Miriam Gallagher (born 1940) was an Irish playwright and author whose works have been performed globally and translated into numerous languages.

Biography
Born Born Miriam O’Connor in Waterford to Michael O’Connor, a bank manager with 5 children including Valerie, Michael and Fidelma. Gallagher went to school in the Convent of the Sacred Heart in Roscrea, Co. Tipperary and  in Bregenz, Austria. She went to college in both the University of London and University College Dublin. After college Gallagher worked initially as a speech and language therapist, an occupation which led to the publication of one of her non fiction books. Gallagher also studied drama in London, in LAMDA under Frieda Hodgson.

She was commissioned to write essays for The Irish Times, Irish Medical Times and journals. Gallagher took up writing screenplays and stage plays. The result is a prolific list of productions which have been staged around the world as well as broadcast by RTÉ and the BBC.

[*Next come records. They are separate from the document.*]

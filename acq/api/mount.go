package api

import (
	"context"
	"fmt"
	"net/http"
)

// SpecimenRunner is a Runner that can run a recipe on a chosen specimen
// (POST /api/v1/runs?specimen=ID).
type SpecimenRunner interface {
	SubmitFor(ctx context.Context, fixture, specimen string, recipeYAML []byte) (runID string, err error)
}

// Mounter is a Runner whose queued runs may wait for their specimen to be
// mounted (GET /api/v1/mounts, POST /api/v1/runs/{id}/mount).
type Mounter interface {
	ConfirmMount(ctx context.Context, runID string) error
	Waiting() []MountWait
}

// SpecimenLister is a Runner that knows its specimen registry (GET /api/v1/specimens).
type SpecimenLister interface {
	SpecimenIDs() []string
}

func (s *server) submitRecipe(r *http.Request, body []byte) (string, error) {
	fixture, specimen := r.URL.Query().Get("fixture"), r.URL.Query().Get("specimen")
	if specimen == "" {
		return s.o.Runner.Submit(r.Context(), fixture, body)
	}
	sr, ok := s.o.Runner.(SpecimenRunner)
	if !ok {
		return "", badRequestf("this server cannot choose a specimen (?specimen=%s)", specimen)
	}
	return sr.SubmitFor(r.Context(), fixture, specimen, body)
}

func (s *server) confirmMount(w http.ResponseWriter, r *http.Request) {
	m, ok := s.o.Runner.(Mounter)
	if !ok {
		writeError(w, http.StatusServiceUnavailable, "this server runs no fixture")
		return
	}
	id := r.PathValue("id")
	if err := m.ConfirmMount(r.Context(), id); err != nil {
		s.fail(w, r, err)
		return
	}
	s.log.Info("api: specimen mount confirmed", "run", id, "remote", r.RemoteAddr)
	writeJSON(w, http.StatusOK, map[string]string{"run_id": id, "mount": "confirmed"})
}

func (s *server) listMounts(w http.ResponseWriter, r *http.Request) {
	out := []MountWait{}
	if m, ok := s.o.Runner.(Mounter); ok {
		if ws := m.Waiting(); ws != nil {
			out = ws
		}
	}
	writeJSON(w, http.StatusOK, out)
}

func (s *server) listSpecimens(w http.ResponseWriter, r *http.Request) {
	out := []string{}
	if l, ok := s.o.Runner.(SpecimenLister); ok {
		if ids := l.SpecimenIDs(); ids != nil {
			out = ids
		}
	}
	writeJSON(w, http.StatusOK, out)
}

// clientError is a request problem the client must fix (400).
type clientError struct{ msg string }

func (e clientError) Error() string    { return e.msg }
func (e clientError) BadRequest() bool { return true }

func badRequestf(format string, args ...any) error {
	return clientError{fmt.Sprintf(format, args...)}
}
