package api

import (
	"context"
	"fmt"
	"math"
	"net/http"
	"net/url"
	"strconv"

	"hystd/acq/grade"
	"hystd/acq/record"
)

// trendFilter narrows a trend to like loops and judges its points.
//
//	kind=loop            loop kind
//	amplitude=1000       loop amplitude (in the loop's own unit), within tol
//	tol=0.05             relative tolerance of amplitude (default 0.05)
//	recipe=NAME, fixture=NAME
//	lo=…, hi=…           limits for the figure (SI unit, as stored): each point
//	                     is judged with its U under rule (default guarded-U)
//	rule=guarded-U|simple
//
// Without lo/hi, a point carries the verdict stored with its loop for that
// figure (from the specimen's grade), if any.
type trendFilter struct {
	kind, recipe, fixture string
	amp, tol              float64 // NaN amp: any
	lo, hi                float64 // NaN: none
	rule                  string
	given                 bool // lo or hi given
	judge                 bool // tol given: the caller asks for the filtered, judged form
}

func parseTrendFilter(q url.Values) (trendFilter, error) {
	f := trendFilter{kind: q.Get("kind"), recipe: q.Get("recipe"), fixture: q.Get("fixture"),
		amp: math.NaN(), tol: grade.DefaultTolerance, lo: math.NaN(), hi: math.NaN(), rule: q.Get("rule")}
	for k := range q {
		switch k {
		case "specimen", "figure", "since", "kind", "recipe", "fixture", "amplitude", "tol", "lo", "hi", "rule":
		default:
			return f, fmt.Errorf("unknown query parameter %q (known: specimen, figure, since, kind, amplitude, tol, recipe, fixture, lo, hi, rule)", k)
		}
	}
	for _, p := range []struct {
		key string
		dst *float64
	}{{"amplitude", &f.amp}, {"tol", &f.tol}, {"lo", &f.lo}, {"hi", &f.hi}} {
		if v := q.Get(p.key); v != "" {
			x, err := strconv.ParseFloat(v, 64)
			if err != nil || math.IsNaN(x) || math.IsInf(x, 0) {
				return f, fmt.Errorf("%s: %q is not a finite number", p.key, v)
			}
			*p.dst = x
		}
	}
	if !(f.tol >= 0 && f.tol < 1) {
		return f, fmt.Errorf("tol: %g: want a fraction in [0, 1), e.g. 0.05", f.tol)
	}
	if !math.IsNaN(f.lo) && !math.IsNaN(f.hi) && f.lo > f.hi {
		return f, fmt.Errorf("lo %g is above hi %g", f.lo, f.hi)
	}
	switch f.rule {
	case "":
		f.rule = grade.RuleGuarded
	case grade.RuleGuarded, grade.RuleSimple:
	default:
		return f, fmt.Errorf("rule: %q: want %s or %s", f.rule, grade.RuleGuarded, grade.RuleSimple)
	}
	f.given = !math.IsNaN(f.lo) || !math.IsNaN(f.hi)
	f.judge = q.Has("tol") || q.Has("rule")
	return f, nil
}

// active reports whether the filter asks for anything beyond the plain trend.
func (f trendFilter) active() bool {
	return f.kind != "" || f.recipe != "" || f.fixture != "" || !math.IsNaN(f.amp) || f.given || f.judge
}

func (s *server) filteredTrend(w http.ResponseWriter, r *http.Request, spec, fig string, f trendFilter, pts []record.TrendPoint) {
	rl := runLoops{runs: map[string]record.Run{}, loops: map[string][]record.Loop{}}
	out := []trendJSON{}
	// Limits of the grade, from the verdicts stored with the points' loops:
	// drawn when no limits are given and all those verdicts agree on them.
	var lim gradeLimits
	for _, p := range pts {
		run, loops, err := rl.get(r.Context(), s.o.Reader, p.RunID)
		if err != nil {
			s.fail(w, r, err)
			return
		}
		l := loopN(loops, p.Loop)
		if l == nil || !f.keeps(run, l) {
			continue
		}
		amp := num(l.Amplitude)
		tp := trendJSON{RunID: p.RunID, Loop: p.Loop, At: stamp(p.At), Value: num(p.Value), U: num(p.U),
			Kind: l.Kind, Amplitude: &amp, AmpUnit: l.AmpUnit, Recipe: run.Recipe, Fixture: run.Fixture}
		if f.given {
			o, _ := grade.Decide(f.rule, p.Value, p.U, f.lo, f.hi)
			tp.Verdict = string(o)
		} else {
			tp.Verdict = lim.add(l.Verdicts, fig)
		}
		out = append(out, tp)
	}
	resp := map[string]any{"specimen": spec, "figure": fig, "points": out}
	switch {
	case f.given:
		resp["limits"] = map[string]any{"lo": num(f.lo), "hi": num(f.hi), "rule": f.rule, "source": "given"}
	case lim.first != nil && !lim.differ:
		resp["limits"] = map[string]any{"lo": num(lim.first.Min), "hi": num(lim.first.Max), "rule": lim.first.Rule, "source": "grade " + lim.first.Grade}
	}
	writeJSON(w, http.StatusOK, resp)
}

// runLoops reads each run and its loops once.
type runLoops struct {
	runs  map[string]record.Run
	loops map[string][]record.Loop
}

func (c runLoops) get(ctx context.Context, rd record.Reader, id string) (record.Run, []record.Loop, error) {
	if run, ok := c.runs[id]; ok {
		return run, c.loops[id], nil
	}
	run, err := rd.Run(ctx, id)
	if err != nil {
		return record.Run{}, nil, err
	}
	c.runs[id] = run
	if c.loops[id], err = rd.Loops(ctx, id); err != nil {
		return record.Run{}, nil, err
	}
	return run, c.loops[id], nil
}

// loopN returns the (last) loop numbered n, or nil.
func loopN(loops []record.Loop, n int) *record.Loop {
	var l *record.Loop
	for i := range loops {
		if loops[i].N == n {
			l = &loops[i]
		}
	}
	return l
}

// keeps reports whether the filter keeps loop l of run.
func (f trendFilter) keeps(run record.Run, l *record.Loop) bool {
	return (f.kind == "" || l.Kind == f.kind) && (f.recipe == "" || run.Recipe == f.recipe) && (f.fixture == "" || run.Fixture == f.fixture) &&
		(math.IsNaN(f.amp) || math.Abs(l.Amplitude-f.amp) <= f.tol*math.Abs(f.amp))
}

// gradeLimits collects the limits of the stored verdicts of a figure:
// the first seen, and whether any other differs from it.
type gradeLimits struct {
	first  *record.Verdict
	differ bool
}

// add takes the verdicts of figure fig among vs and returns the outcome of
// the last ("" when none).
func (g *gradeLimits) add(vs []record.Verdict, fig string) string {
	outcome := ""
	for _, v := range vs {
		if v.Figure != fig {
			continue
		}
		outcome = string(v.Outcome)
		if g.first == nil {
			vv := v
			g.first = &vv
		} else if !sameNum(g.first.Min, v.Min) || !sameNum(g.first.Max, v.Max) || g.first.Rule != v.Rule || g.first.Grade != v.Grade {
			g.differ = true
		}
	}
	return outcome
}

func sameNum(a, b float64) bool { return a == b || (math.IsNaN(a) && math.IsNaN(b)) }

Her varied work from play to speech therapy, as well as working with prisoners, and led her to be a visiting lecturer at universities across the globe. Gallagher was deeply involved in the organisations of her craft, leading her to being a member of Irish PEN, both on its committee and as vice president, on the Irish Writers' Union committee as well as a council member of the Society of Irish Playwrights. Over the years she won a number of awards.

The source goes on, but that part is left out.